Excerpts from a dataset
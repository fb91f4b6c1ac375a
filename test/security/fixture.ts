/**
 * A scratch tree for the security regressions: a log folder with one registered log, a secret file
 * beside it, a folder an attacker would plant into, and a link out of the log folder. Every test checks
 * afterwards that the log's bytes are unchanged and that no file appeared anywhere in the tree.
 */
import { createHash } from 'node:crypto';
import { mkdirSync, mkdtempSync, readdirSync, readFileSync, realpathSync, rmSync, symlinkSync, writeFileSync } from 'node:fs';
import os from 'node:os';
import path from 'node:path';

export interface Tree {
  readonly root: string;
  readonly logs: string;
  readonly log: string;
  readonly secret: string;
  readonly victim: string;
  /** Every file under root, relative, sorted (links included). */
  listing(): string[];
  logHash(): string;
  remove(): void;
}

export const SECRET_TEXT = 'the secret is 7f3a';
const LOG_TEXT = 'decision_id,promotion,propensity,ordered\nd1,bakery,0.5,1\nd2,household,0.25,0\n';

export function scratchTree(): Tree {
  const root = realpathSync(mkdtempSync(path.join(os.tmpdir(), 'cw-security-')));
  const logs = path.join(root, 'logs');
  const victim = path.join(root, 'victim');
  mkdirSync(logs);
  mkdirSync(victim);
  const log = path.join(logs, 'a.csv');
  writeFileSync(log, LOG_TEXT);
  const secret = path.join(root, 'secret.txt');
  writeFileSync(secret, SECRET_TEXT);
  writeFileSync(path.join(victim, 'other.txt'), 'not for the engine');
  symlinkSync(secret, path.join(logs, 'link-out.csv'));
  const walk = (dir: string, prefix = ''): string[] => readdirSync(dir, { withFileTypes: true }).flatMap((d) => {
    const rel = path.join(prefix, d.name);
    return d.isDirectory() ? [`${rel}/`, ...walk(path.join(dir, d.name), rel)] : [rel];
  });
  return {
    root,
    logs,
    log,
    secret,
    victim,
    listing: () => walk(root).sort(),
    logHash: () => createHash('sha256').update(readFileSync(log)).digest('hex'),
    remove: () => rmSync(root, { recursive: true, force: true }),
  };
}

/** The statements an attacker would use to write: each must be refused and leave no trace. */
export function writeForms(tree: Pick<Tree, 'log' | 'victim'>, relation: string): { name: string; sql: string }[] {
  const lit = (p: string) => `'${p.replaceAll("'", "''")}'`;
  return [
    { name: 'COPY ... TO a new file', sql: `COPY (SELECT 'echo owned' AS x) TO ${lit(path.join(tree.victim, 'planted.sh'))} (HEADER false)` },
    { name: 'COPY ... TO over the registered log (USE_TMP_FILE false)', sql: `COPY (SELECT 1 AS x) TO ${lit(tree.log)} (USE_TMP_FILE false)` },
    { name: 'COPY the log over itself', sql: `COPY ${relation} TO ${lit(tree.log)}` },
    { name: 'EXPORT DATABASE', sql: `EXPORT DATABASE ${lit(path.join(tree.victim, 'export'))}` },
    { name: 'CREATE TABLE (persistent after ATTACH)', sql: 'CREATE TABLE kept AS SELECT 1 AS x' },
    { name: 'ATTACH a database file', sql: `ATTACH ${lit(path.join(tree.victim, 'x.duckdb'))} AS x` },
    { name: 'SET a file setting back', sql: 'SET enable_external_access = true' },
    { name: 'two statements, the second a write', sql: `SELECT 1; COPY (SELECT 1) TO ${lit(path.join(tree.victim, 'two.csv'))}` },
    { name: 'INSTALL an extension', sql: 'INSTALL httpfs' },
  ];
}

/** The write forms' names, for table-driven tests. */
export const WRITE_FORM_NAMES = writeForms({ log: '/log.csv', victim: '/victim' }, '"src_1"').map((f) => f.name);
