import { binomialTwoSidedP } from './binomial.ts';
import { normalQuantile, twoSidedNormalP } from './distributions.ts';
import { requireCount, requireNonNegative } from './validate.ts';

export interface WeightBalance {
  /** B = (1/n) Σ_i 1[a_i = a]/p_i over all n rows of the group; E[B] = 1 when propensities are right. */
  readonly balance: number;
  /** Standard error of B: sample standard deviation of X_i = 1[a_i = a]/p_i (divisor n - 1) over sqrt(n). */
  readonly se: number;
  /** (B - 1)/SE; ±Infinity when SE = 0 and B ≠ 1 (every row gives the same X_i ≠ 1), 0 when B = 1 and SE = 0. */
  readonly z: number;
  readonly pValue: number;
}

/**
 * Weight-balance test of E[1{A=a}/p(A|x)] = 1 (the identity behind IPS, Horvitz & Thompson 1952): the mean of
 * X_i = 1[a_i = a]/p_i with the standard error of a sample mean (common practice). Inputs: n rows in the
 * group, and Σ 1/p, Σ 1/p² over the rows whose logged action is a.
 */
export function weightBalance(n: number, sumInvP: number, sumInvP2: number): WeightBalance {
  requireCount('rows in group', n);
  requireNonNegative('sum of 1/p', sumInvP);
  requireNonNegative('sum of 1/p²', sumInvP2);
  if (n < 2) throw new RangeError(`weight balance needs at least 2 rows in the group, got ${n}`);
  const balance = sumInvP / n;
  // Σ (X_i - B)² = Σ X_i² - n B², since the rows with another action contribute X_i = 0.
  const sumSqDev = Math.max(0, sumInvP2 - n * balance * balance);
  const se = Math.sqrt(sumSqDev / (n - 1) / n);
  if (se === 0) {
    if (balance === 1) return { balance, se, z: 0, pValue: 1 };
    return { balance, se, z: balance > 1 ? Infinity : -Infinity, pValue: 0 };
  }
  const z = (balance - 1) / se;
  return { balance, se, z, pValue: twoSidedNormalP(z) };
}

/**
 * An action never logged in n rows: if its propensity were at least `floor` on every row, the chance of
 * seeing it in none is at most (1 − floor)^n, the binomial probability of zero successes (common
 * practice). That bound serves as the p-value of the weight-balance test; z is undefined (NaN).
 */
export function neverLoggedBalance(n: number, floor: number): WeightBalance {
  requireCount('rows in group', n);
  if (!(floor > 0 && floor < 1)) throw new RangeError(`floor must lie in (0, 1), got ${floor}`);
  return { balance: 0, se: 0, z: Number.NaN, pValue: Math.pow(1 - floor, n) };
}

export interface CountBalance extends WeightBalance {
  /** expected count of the action under the logged propensities, n · p̄ with p̄ = c / Σ_{A=a} 1/p */
  readonly expected: number;
  readonly method: 'exact binomial' | 'normal';
}

/**
 * Weight balance for an action logged c ≥ 1 times among n rows, valid at every count: B = S1/n with
 * S1 = Σ_{A=a} 1/p; the count c is compared with Binomial(n, p̄), p̄ = c/S1 (exact when p is constant in
 * the group, and conservative when it varies, since a Poisson-binomial count has a smaller variance than
 * the binomial of the same mean; Hoeffding 1956). The exact two-sided test is used where the expected
 * count n·p̄ (or of the other actions, n − n·p̄) is below `minExpected`, the normal test of B (weightBalance) otherwise. z is the
 * normal-equivalent deviate of the p-value, signed like B − 1, so both methods read on one scale.
 */
export function countBalance(n: number, count: number, sumInvP: number, sumInvP2: number, minExpected: number): CountBalance {
  requireCount('rows in group', n);
  requireCount('rows of the action', count);
  if (count < 1 || count > n) throw new RangeError(`the action must be logged between 1 and ${n} times, got ${count}`);
  if (!(sumInvP >= count)) throw new RangeError(`sum of 1/p (${sumInvP}) must be at least the count (${count}), since p ≤ 1`);
  const balance = sumInvP / n;
  const pBar = count / sumInvP;
  const expected = n * pBar;
  // the normal test needs many expected events and many expected non-events (np, n(1 − p) ≥ minExpected)
  if (expected >= minExpected && n - expected >= minExpected && n >= 2) {
    const w = weightBalance(n, sumInvP, sumInvP2);
    return { ...w, expected, method: 'normal' };
  }
  const pValue = binomialTwoSidedP(count, n, pBar);
  const z = balance === 1 ? 0 : Math.sign(balance - 1) * normalQuantile(1 - Math.max(pValue, 1e-300) / 2);
  // the standard error of B implied by the binomial: sqrt(n p̄ (1 − p̄)) / (n p̄)
  const se = Math.sqrt((1 - pBar) / expected);
  return { balance, se, z, pValue, expected, method: 'exact binomial' };
}
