import normalQuantile from '@stdlib/stats-base-dists-normal-quantile';
import { compensatedSum } from './sum.ts';
import { kishEss } from './ess.ts';
import { requireCount, requireFinite, requireNonNegative } from './validate.ts';

/**
 * Clipped inverse propensity scoring, V̂_M = (1/n)·Σ min(wᵢ, M)·rᵢ over the n rewarded rows, with the
 * bias the cap can cause bounded by the clipped mass: with rewards in [r_min, r_max],
 * V − E[V̂_M] = E[(w − M)⁺·r] lies in [r_min·m, r_max·m], m = E[(w − M)⁺], estimated by (1/n)·Σ(wᵢ − M)⁺.
 * Source: Bottou et al. (2013), JMLR 14, "Counterfactual reasoning and learning systems", §4.5 (clipped weights,
 * the bound from the missing mass); the cap as in Ionides (2008), J. Comput. Graph. Stat. 17(2).
 *
 * The sums come from two places so that every total is the cube's exact one: the full sums over all rows
 * (Σwr, Σw²r², Σw, Σw²) and the rows whose weight exceeds the cap, which must all be present in `above`
 * (rows with w ≤ M may or may not be there). Then Σ min(w, M)·r = Σwr − Σ_{w>M}(w − M)·r, and likewise
 * for the squares.
 */
export interface ClipSums {
  /** rewarded rows (the estimate's n) */
  readonly n: number;
  /** Σwr and Σw²r² over the rewarded rows */
  readonly sumWR: number;
  readonly sumW2R2: number;
  /** Σw and Σw² over every valid-propensity row (for the clipped weights' ESS) */
  readonly sumW: number;
  readonly sumW2: number;
  /** every valid-propensity row with a weight above the smallest cap asked for: its weight, and its reward (null when it has none) */
  readonly above: readonly { readonly w: number; readonly r: number | null }[];
  readonly rewardMin: number;
  readonly rewardMax: number;
}

export interface ClippedEstimate {
  readonly cap: number;
  readonly value: number;
  readonly se: number;
  readonly ciLow: number;
  readonly ciHigh: number;
  /** Kish ESS (Σ min(w, M))² / Σ min(w, M)² over every valid-propensity row */
  readonly ess: number;
  /** rows whose weight the cap clips */
  readonly clippedRows: number;
  /** (1/n)·Σ(w − M)⁺ over the rewarded rows: the clipped mass m̂ */
  readonly clippedMass: number;
  /** the bias interval [r_min·m̂, r_max·m̂] of V − E[V̂_M], and its largest magnitude */
  readonly biasLow: number;
  readonly biasHigh: number;
  readonly biasBound: number;
  /** bias bound² + se²: the stated bound on the mean squared error */
  readonly mseBound: number;
}

const Z_975 = normalQuantile(0.975, 0, 1);

export function clippedIps(sums: ClipSums, cap: number): ClippedEstimate {
  requireCount('n', sums.n);
  if (sums.n < 2) throw new RangeError(`clippedIps: needs at least 2 rewarded rows, got ${sums.n}`);
  if (!(cap > 0) || !Number.isFinite(cap)) throw new RangeError(`clippedIps: the cap must be a finite number > 0, got ${cap}`);
  for (const [name, x] of [['sumWR', sums.sumWR], ['rewardMin', sums.rewardMin], ['rewardMax', sums.rewardMax]] as const) requireFinite(name, x);
  for (const [name, x] of [['sumW2R2', sums.sumW2R2], ['sumW', sums.sumW], ['sumW2', sums.sumW2]] as const) requireNonNegative(name, x);
  if (sums.rewardMin > sums.rewardMax) throw new RangeError(`clippedIps: rewardMin (${sums.rewardMin}) exceeds rewardMax (${sums.rewardMax})`);
  const dWR: number[] = [];
  const dW2R2: number[] = [];
  const dW: number[] = [];
  const dW2: number[] = [];
  const mass: number[] = [];
  for (const row of sums.above) {
    if (!(row.w > cap)) continue;
    dW.push(row.w - cap);
    dW2.push(row.w * row.w - cap * cap);
    if (row.r === null) continue;
    dWR.push((row.w - cap) * row.r);
    dW2R2.push((row.w * row.w - cap * cap) * row.r * row.r);
    mass.push(row.w - cap);
  }
  const n = sums.n;
  const s1 = sums.sumWR - compensatedSum(dWR);
  const s2 = Math.max(0, sums.sumW2R2 - compensatedSum(dW2R2));
  const value = s1 / n;
  const se = Math.sqrt(Math.max(0, (s2 - (s1 * s1) / n) / (n - 1)) / n);
  const m = compensatedSum(mass) / n;
  const biasLow = Math.min(sums.rewardMin * m, sums.rewardMax * m);
  const biasHigh = Math.max(sums.rewardMin * m, sums.rewardMax * m);
  const biasBound = Math.max(Math.abs(biasLow), Math.abs(biasHigh));
  const ess = kishEss(Math.max(0, sums.sumW - compensatedSum(dW)), Math.max(0, sums.sumW2 - compensatedSum(dW2)));
  return { cap, value, se, ciLow: value - Z_975 * se, ciHigh: value + Z_975 * se, ess, clippedRows: dW.length, clippedMass: m, biasLow, biasHigh, biasBound, mseBound: biasBound * biasBound + se * se };
}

* _TASK_
The line containing "no trace. */" marks the end: copy exactly every line from the top of the data above down to it, that line included.

* _TASK ANSWER_
repository fb91f4b6c1ac375a
filename test/security/fixture.ts
/**
 * A scratch tree for the security regressions: a log folder with one registered log, a secret file
 * beside it, a folder an attacker would plant into, and a link out of the log folder. Every test checks
 * afterwards that the log's bytes are unchanged and that no file appeared anywhere in the tree.
 */
import { createHash } from 'node:crypto';
import { mkdirSync, mkdtempSync, readdirSync, readFileSync, realpathSync, rmSync, symlinkSync, writeFileSync } from 'node:fs';
import os from 'node:os';
import path from 'node:path';

export interface Tree {
  readonly root: string;
  readonly logs: string;
  readonly log: string;
  readonly secret: string;
  readonly victim: string;
  /** Every file under root, relative, sorted (links included). */
  listing(): string[];
  logHash(): string;
  remove(): void;
}

export const SECRET_TEXT = 'the secret is 7f3a';
const LOG_TEXT = 'decision_id,promotion,propensity,ordered\nd1,bakery,0.5,1\nd2,household,0.25,0\n';

export function scratchTree(): Tree {
  const root = realpathSync(mkdtempSync(path.join(os.tmpdir(), 'cw-security-')));
  const logs = path.join(root, 'logs');
  const victim = path.join(root, 'victim');
  mkdirSync(logs);
  mkdirSync(victim);
  const log = path.join(logs, 'a.csv');
  writeFileSync(log, LOG_TEXT);
  const secret = path.join(root, 'secret.txt');
  writeFileSync(secret, SECRET_TEXT);
  writeFileSync(path.join(victim, 'other.txt'), 'not for the engine');
  symlinkSync(secret, path.join(logs, 'link-out.csv'));
  const walk = (dir: string, prefix = ''): string[] => readdirSync(dir, { withFileTypes: true }).flatMap((d) => {
    const rel = path.join(prefix, d.name);
    return d.isDirectory() ? [`${rel}/`, ...walk(path.join(dir, d.name), rel)] : [rel];
  });
  return {
    root,
    logs,
    log,
    secret,
    victim,
    listing: () => walk(root).sort(),
    logHash: () => createHash('sha256').update(readFileSync(log)).digest('hex'),
    remove: () => rmSync(root, { recursive: true, force: true }),
  };
}

/** The statements an attacker would use to write: each must be refused and leave no trace. */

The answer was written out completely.